Suis super déçu... s'il faut l'amener à réparer je n'aurais plus d'ordi pendant quelques jours, je vais devoir me trimbaler avec mon ordi ... la galère quoi !!!!

Et merde.  

BeN.


----------



## r e m y (11 Octobre 2005)

oui: retour SAV car le tube de retro&#233;clairage est naze....


----------



## Phil2 (19 Mai 2006)

Chez moi c'est le bas qui s'assombrit de temps en temps. J'hésite à le ramener, car la "panne" n'est pour l'instant encore que rare, donc supportable, mais je suis bientôt en bout de garantie!
Cela risque-t-il encore se dégrader à votre avis?


----------



## r e m y (19 Mai 2006)

Phil2 a dit:
			
		

> Chez moi c'est le bas qui s'assombrit de temps en temps. J'hésite à le ramener, car la "panne" n'est pour l'instant encore que rare, donc supportable, mais je suis bientôt en bout de garantie!
> Cela risque-t-il encore se dégrader à votre avis?


 
OUI... et ce serait bête que ce soit 1 semaine après la fin de la garantie!


----------



## Max London (19 Mai 2006)

tvben a dit:
			
		

> [...]J'ai une caméra Isight sur la base aimantée fournit avec, je l'ai placé au dessus de l'écran. C'est peut-être ça qu'il n'a pas aimé[...]

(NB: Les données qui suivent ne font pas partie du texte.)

"""schemathesis against the generated OpenAPI schema, in-process: every operation, called
as each role (LSO, researcher, laser user, inspector) with generated input, must never answer
5xx and must answer as documented.

Generated ids are mostly strings no record has; so that the calls reach real records, the
generated id picks one of the collection's records in the test register, or itself (a
function of the generated value, so that Hypothesis can still replay and shrink it). An update
or workflow step that sends If-Match sends the record's current ETag as the caller reads it
(when the caller can read it), so that the request gets past the 412 to the code behind it.

Two checks are left out, for reasons the schema cannot express:
- positive_data_acceptance: a string with units ("5 mW") is only checkable by pint, and
  cross-field rules (a pulse shorter than its period) and workflow states refuse input
  that matches the schema;
- negative_data_rejection: django-filter ignores an empty query parameter that an enum in
  the schema forbids (accepted by design).

The register is built once per module and worker (``api_world``), and each operation's
examples run in a transaction rolled back after it, so operations do not see each other's
writes.
"""
from __future__ import annotations

import os
import zlib
from collections.abc import Iterator
from typing import Any

import pytest
import schemathesis
from django.core.cache import cache
from django.core.signals import request_finished, request_started
from django.db import close_old_connections
from hypothesis import HealthCheck, Phase, settings
from rest_framework.authtoken.models import Token
from schemathesis.config import SchemathesisConfig
from schemathesis.python.wsgi import HOST as WSGI_HOST
from werkzeug.test import Client as WSGIClient

from registry.api.urls import router
from registry.wsgi import application
from tests.registry.api_world import World

# The coverage phase (every edge of every field, about 9,000 calls as the LSO: nine tenths of
# this module's time, since max_examples does not bound it) runs when FUZZ_EDGES=1, as .ci/run
# sets; a local run sends the schema's examples and generated input, to stay within minutes.
FUZZ_EDGES = os.environ.get("FUZZ_EDGES", "0") == "1"
# A required If-Match left out is a 428 (RFC 6585, section 3: the server requires the request
# to be conditional), which schemathesis does not count among the refusals of a missing header.
CONFIG = SchemathesisConfig.from_dict({
    "checks": {"missing_required_header": {"expected-statuses": [400, 401, 403, 406, 415, 422, 428]}},
    "phases": {"coverage": {"enabled": FUZZ_EDGES}},
})
schema = schemathesis.openapi.from_wsgi("/api/v1/schema/?format=json", application, config=CONFIG)

# The personas of tests.registry.api_world that hold each role.
ROLES = {"lso": "lso", "researcher": "owner", "laser user": "user", "inspector": "inspector"}
PREFIX = "/api/v1/"


@pytest.fixture(autouse=True)
def keep_the_test_connection() -> Iterator[None]:
    # In-process WSGI calls fire request_started/finished, whose close_old_connections
    # would close the test's open transaction on PostgreSQL (django.test.Client
    # disconnects them in the same way).
    request_started.disconnect(close_old_connections)
    request_finished.disconnect(close_old_connections)
    yield
    request_started.connect(close_old_connections)
    request_finished.connect(close_old_connections)


@pytest.fixture(scope="module")
def register(api_world: World, django_db_blocker: Any) -> dict[str, Any]:
    """A token per role, and the ids of each collection's records in the test register."""
    with django_db_blocker.unblock():
        tokens = {role: Token.objects.create(user=api_world.person(persona).user).key
                  for role, persona in ROLES.items()}
        ids = {prefix: [str(pk) for pk in viewset().base_queryset().order_by("pk").values_list("pk", flat=True)]
               for prefix, viewset, _basename in router.registry}
    return {"tokens": tokens, "ids": ids}


def _call_and_validate(case: schemathesis.Case, token: str, register: dict[str, Any]) -> None:
    # Sign-in throttling counts attempts in the cache; each call starts with none.
    cache.clear()
    collection = case.path.removeprefix(PREFIX).split("/", 1)[0]
    if case.path_parameters and "id" in case.path_parameters:
        choices = [*register["ids"][collection], str(case.path_parameters["id"])]
        case.path_parameters["id"] = choices[zlib.crc32(choices[-1].encode()) % len(choices)]
    authorization = f"Token {token}"
    if case.headers and "If-Match" in case.headers:
        # Read as this caller, through the same WSGI host (the representation's links name it);
        # not with django.test.Client, which reconnects close_old_connections after each call.
        read = WSGIClient(application).get(f"{PREFIX}{collection}/{case.path_parameters['id']}/",
                                           headers={"Authorization": authorization, "Host": WSGI_HOST})
        if read.status_code == 200:
            case.headers["If-Match"] = read.headers["ETag"]
    case.call_and_validate(
        headers={"Authorization": authorization},
        excluded_checks=[schemathesis.checks.positive_data_acceptance, schemathesis.checks.negative_data_rejection],
    )


_HEALTH = [HealthCheck.function_scoped_fixture, HealthCheck.too_slow, HealthCheck.filter_too_much]


@pytest.mark.filterwarnings("ignore::DeprecationWarning")
@schema.parametrize()
@settings(max_examples=12, deadline=None, suppress_health_check=_HEALTH)
def test_every_operation_answers_the_lso_as_documented_and_never_5xx(
        case: schemathesis.Case, register: dict[str, Any], db: None) -> None:
    """The schema's examples, schemathesis's coverage cases (edges of every field; with
    FUZZ_EDGES=1), then generated input: the LSO may do everything, so input reaches the
    deepest code."""
    _call_and_validate(case, register["tokens"]["lso"], register)


@pytest.mark.filterwarnings("ignore::DeprecationWarning")
@pytest.mark.parametrize("role", [role for role in ROLES if role != "lso"])
@schema.parametrize()
@settings(max_examples=12, deadline=None, suppress_health_check=_HEALTH, phases=[Phase.generate])
def test_every_operation_answers_each_other_role_as_documented_and_never_5xx(
        case: schemathesis.Case, role: str, register: dict[str, Any], db: None) -> None:
    """Generated input as the researcher, the laser user and the inspector: their scopes and
    refusals (the coverage cases, run for the LSO, mostly stop at a 403 here)."""
    _call_and_validate(case, register["tokens"][role], register)


def _number_properties(node: object, where: str = "") -> Iterator[tuple[str, dict[str, object]]]:
    """Every property of the schema whose value may be a JSON number, with its path."""
    if isinstance(node, dict):
        properties = node.get("properties")
        if isinstance(properties, dict):
            for name, prop in properties.items():
                branches = prop.get("oneOf", prop.get("anyOf", [prop]))
                if any(isinstance(branch, dict) and branch.get("type") == "number" for branch in branches):
                    yield f"{where}.{name}", prop
        for key, value in node.items():
            yield from _number_properties(value, f"{where}.{key}")
    elif isinstance(node, list):
        for index, value in enumerate(node):
            yield from _number_properties(value, f"{where}[{index}]")


def test_every_number_in_the_schema_states_its_unit() -> None:
    """Issue 5: every field documents its unit (x-unit and the description), or says it has none."""
    document = schema.raw_schema
    checked = 0
    for where, prop in _number_properties(document):
        checked += 1
        description = str(prop.get("description", ""))
        unit = prop.get("x-unit")
        if not unit:
            assert "dimensionless" in description, f"{where} states no unit"
        else:
            assert unit.replace("**2", "\u00b2") in description or unit in description, \
                f"{where}: x-unit {unit} not in its description"
    assert checked > 40
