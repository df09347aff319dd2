"""Two LSOs PATCH one laser at the same moment, on a file-backed SQLite database.

Run by tests/registry/test_concurrency.py in a subprocess (its docstring says why):

    python -m tests.registry.sqlite_race DATABASE_FILE ROUNDS

creates the tables in DATABASE_FILE (a new, empty file), registers a laser, then in each round sends two
PATCHes of its description from two threads, both with the ETag read before the round, and
prints the statuses of every round as one JSON list of [first, second] pairs, and the
description the laser ends with.
"""
from __future__ import annotations

import json
import os
import sys
import threading


def main(database_file: str, rounds: int) -> None:
    os.environ["DATABASE_URL"] = f"sqlite:///{database_file}"
    os.environ.setdefault("DJANGO_SETTINGS_MODULE", "registry.settings")
    import django

    django.setup()
    from django.apps import apps
    from django.conf import settings
    from django.core.management import call_command
    from django.db import connection
    from django.test.utils import setup_test_environment
    from rest_framework.test import APIClient

    from registry import services
    from registry.models import Person

    setup_test_environment()
    # The tables straight from the models, as for a test database without migrations: the race
    # is about locking, and replaying every migration costs more than the race itself.
    settings.MIGRATION_MODULES = {config.label: None for config in apps.get_app_configs()}
    call_command("migrate", run_syncdb=True, verbosity=0)
    first = services.person_create(username="ada", role="lso")
    second = services.person_create(username="bo", role="lso")
    room = services.location_create(code="race-1", site="R", building="R", room="1", by=first)
    laser = services.laser_register(by=first, asset_tag="RACE-1", laser_type="gas", labelled_class="2",
                                    owner=first, location=room)
    url = f"/api/v1/lasers/{laser.pk}/"

    def client(person: Person) -> APIClient:
        api = APIClient()
        api.raise_request_exception = False
        api.force_authenticate(user=person.user)
        return api

    results: list[list[int]] = []
    for round_number in range(rounds):
        etag = client(first).get(url)["ETag"]
        start = threading.Barrier(2)
        statuses: dict[str, int] = {}

        def edit(person: Person, text: str) -> None:
            try:
                start.wait()
                answer = client(person).patch(url, {"description": text}, format="json", HTTP_IF_MATCH=etag)
                statuses[text] = answer.status_code
            finally:
                connection.close()

        names = (f"round {round_number} by ada", f"round {round_number} by bo")
        threads = [threading.Thread(target=edit, args=(person, name)) for person, name in zip((first, second), names)]
        for thread in threads:
            thread.start()
        for thread in threads:
            thread.join()
        results.append([statuses[name] for name in names])
    laser.refresh_from_db()
    print(json.dumps({"rounds": results, "description": laser.description}))


if __name__ == "__main__":
    main(sys.argv[1], int(sys.argv[2]))
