"""The document routes of issue 11: answers, query parameters and errors (who may call them is in
test_api_permissions)."""
from __future__ import annotations

import io

from django.test import TestCase
from pypdf import PdfReader
from rest_framework.test import APIClient

from hazards.caution import CAUTION
from tests.registry.documents_world import DocumentsWorld, build_documents_world

V = "/api/v1"


class DocumentRouteTests(TestCase):
    world: DocumentsWorld

    @classmethod
    def setUpTestData(cls) -> None:
        cls.world = build_documents_world()

    def setUp(self) -> None:
        self.client = APIClient()
        self.client.force_authenticate(user=self.world.lso.user)

    def test_the_sign_is_a_pdf_named_after_the_room_in_the_paper_asked_for(self) -> None:
        response = self.client.get(f"{V}/locations/{self.world.room.pk}/sign.pdf?paper=letter")
        self.assertEqual(response.status_code, 200)
        self.assertEqual(response["Content-Type"], "application/pdf")
        self.assertEqual(response["Content-Disposition"], 'inline; filename="door-sign-lab-1.pdf"')
        page = PdfReader(io.BytesIO(response.content)).pages[0]
        self.assertEqual((float(page.mediabox.width), float(page.mediabox.height)), (612.0, 792.0))
        self.assertIn("DANGER", page.extract_text())

    def test_a_client_may_ask_for_pdf_by_accept_header_and_still_gets_errors_as_json(self) -> None:
        ok = self.client.get(f"{V}/lasers/{self.world.yag.pk}/label.pdf", HTTP_ACCEPT="application/pdf")
        self.assertEqual((ok.status_code, ok["Content-Type"]), (200, "application/pdf"))
        missing = self.client.get(f"{V}/lasers/999999/label.pdf", HTTP_ACCEPT="application/pdf")
        self.assertEqual((missing.status_code, missing["Content-Type"]), (404, "application/json"))
        self.assertIn("detail", missing.json())

    def test_the_label_qr_code_points_to_the_laser_page_on_this_host(self) -> None:
        response = self.client.get(f"{V}/lasers/{self.world.yag.pk}/label.pdf", HTTP_HOST="127.0.0.1")
        text = PdfReader(io.BytesIO(response.content)).pages[0].extract_text()
        self.assertIn(f"http://127.0.0.1/lasers/{self.world.yag.pk}/", text.replace("\n", ""))

    def test_a_bad_paper_or_date_is_a_400_naming_the_parameter(self) -> None:
        for query, field in (("paper=a3", "paper"), ("generated_at=yesterday", "generated_at")):
            with self.subTest(query=query):
                response = self.client.get(f"{V}/audits/{self.world.audit.pk}/report.pdf?{query}")
                self.assertEqual(response.status_code, 400)
                self.assertIn(field, response.json())

    def test_the_same_generated_at_gives_the_same_report_file(self) -> None:
        url = f"{V}/audits/{self.world.audit.pk}/report.pdf?generated_at=2026-11-30T08:00:00Z"
        self.assertEqual(self.client.get(url).content, self.client.get(url).content)

    def test_the_report_json_carries_every_section_with_si_figures_and_flags(self) -> None:
        response = self.client.get(f"{V}/audits/{self.world.audit.pk}/report.json")
        self.assertEqual(response.status_code, 200)
        report = response.json()
        self.assertEqual((report["reference"], report["status"], report["limits"]),
                         ("AUD-LAB-1", "in_progress", "icnirp2013"))
        self.assertEqual([laser["asset_tag"] for laser in report["lasers"]], ["DIO-1", "YAG-1"])
        yag = next(row for row in report["hazards"] if row["asset_tag"] == "YAG-1")
        self.assertAlmostEqual(yag["wavelength_m"], 1064e-9)
        self.assertIs(yag["assessed"], True)
        self.assertGreater(yag["od_required"], 0)
        self.assertEqual([row["person"]["name"] for row in report["people"]], ["Lars Fenn", "Cora Mill"])
        self.assertEqual(report["rooms"][0]["location"]["code"], "lab-1")
        self.assertEqual({line["wavelength_m"] for line in report["rooms"][0]["lines"]}, {808e-9, 1064e-9})
        failed = [item for item in report["checklist"] if item["answer"] == "fail"]
        self.assertEqual([(item["control"], item["laser"]) for item in failed],
                         [("beams_terminated", self.world.yag.pk)])
        self.assertEqual(report["findings"][0]["checklist_item"],
                         self.world.audit.checklist.get(answer="fail").pk)
        self.assertEqual(report["caution"], CAUTION)

    def test_the_report_json_flags_training_expired_on_the_day_asked_for(self) -> None:
        day = self.world.training_expires_on.replace(year=self.world.training_expires_on.year + 1)
        response = self.client.get(f"{V}/audits/{self.world.audit.pk}/report.json?generated_at={day}T12:00:00Z")
        flags = {row["person"]["name"]: row["flags"] for row in response.json()["people"]}
        self.assertEqual(flags, {"Lars Fenn": [f"training expired on {self.world.training_expires_on:%Y-%m-%d}"],
                                 "Cora Mill": []})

C'est une possibilité mais ca m'étonnerais fortement...
Les pubs pour les iMac G5 (au début) étaient l'ordinateur plus l'iSight posée dessus.  Je ne pense pas qu'ils l'auraient mis en valeur si cela pouvait alterer la qualité de l'image


----------



## r e m y (20 Mai 2006)

maxlondel a dit:
			
		

> C'est une possibilité mais ca m'étonnerais fortement...
> Les pubs pour les iMac G5 (au début) étaient l'ordinateur plus l'iSight posée dessus.  Je ne pense pas qu'ils l'auraient mis en valeur si cela pouvait alterer la qualité de l'image



C'est même prévu pour.... vu qu'ils ont placé spécialement une plaque métallique pour permettre de fixer l'iSight par son pied aimanté.


----------



## Max London (20 Mai 2006)

r e m y a dit:
			
		

> C'est même prévu pour.... vu qu'ils ont placé spécialement une plaque métallique pour permettre de fixer l'iSight par son pied aimanté.



Ah ouais?  Jsavais pas :ze:


----------



## jaguymac (3 Juin 2006)

J'ai le même problème sur mon Imac G5 Rev A. Au démarrage ou en sortie de veille toute la partie inférieur de l'écran est plus sombre que la partie supérieur. Je fais un rédemarrage voir 2 et l'image redevient uniforme de nouveau . J'ai téléphoné à l'applecare et ils m'ont fait faire un tas de manips . On va voir si ça le refait dans les jours prochains. Sinon ils me changeront surement l'écran.


----------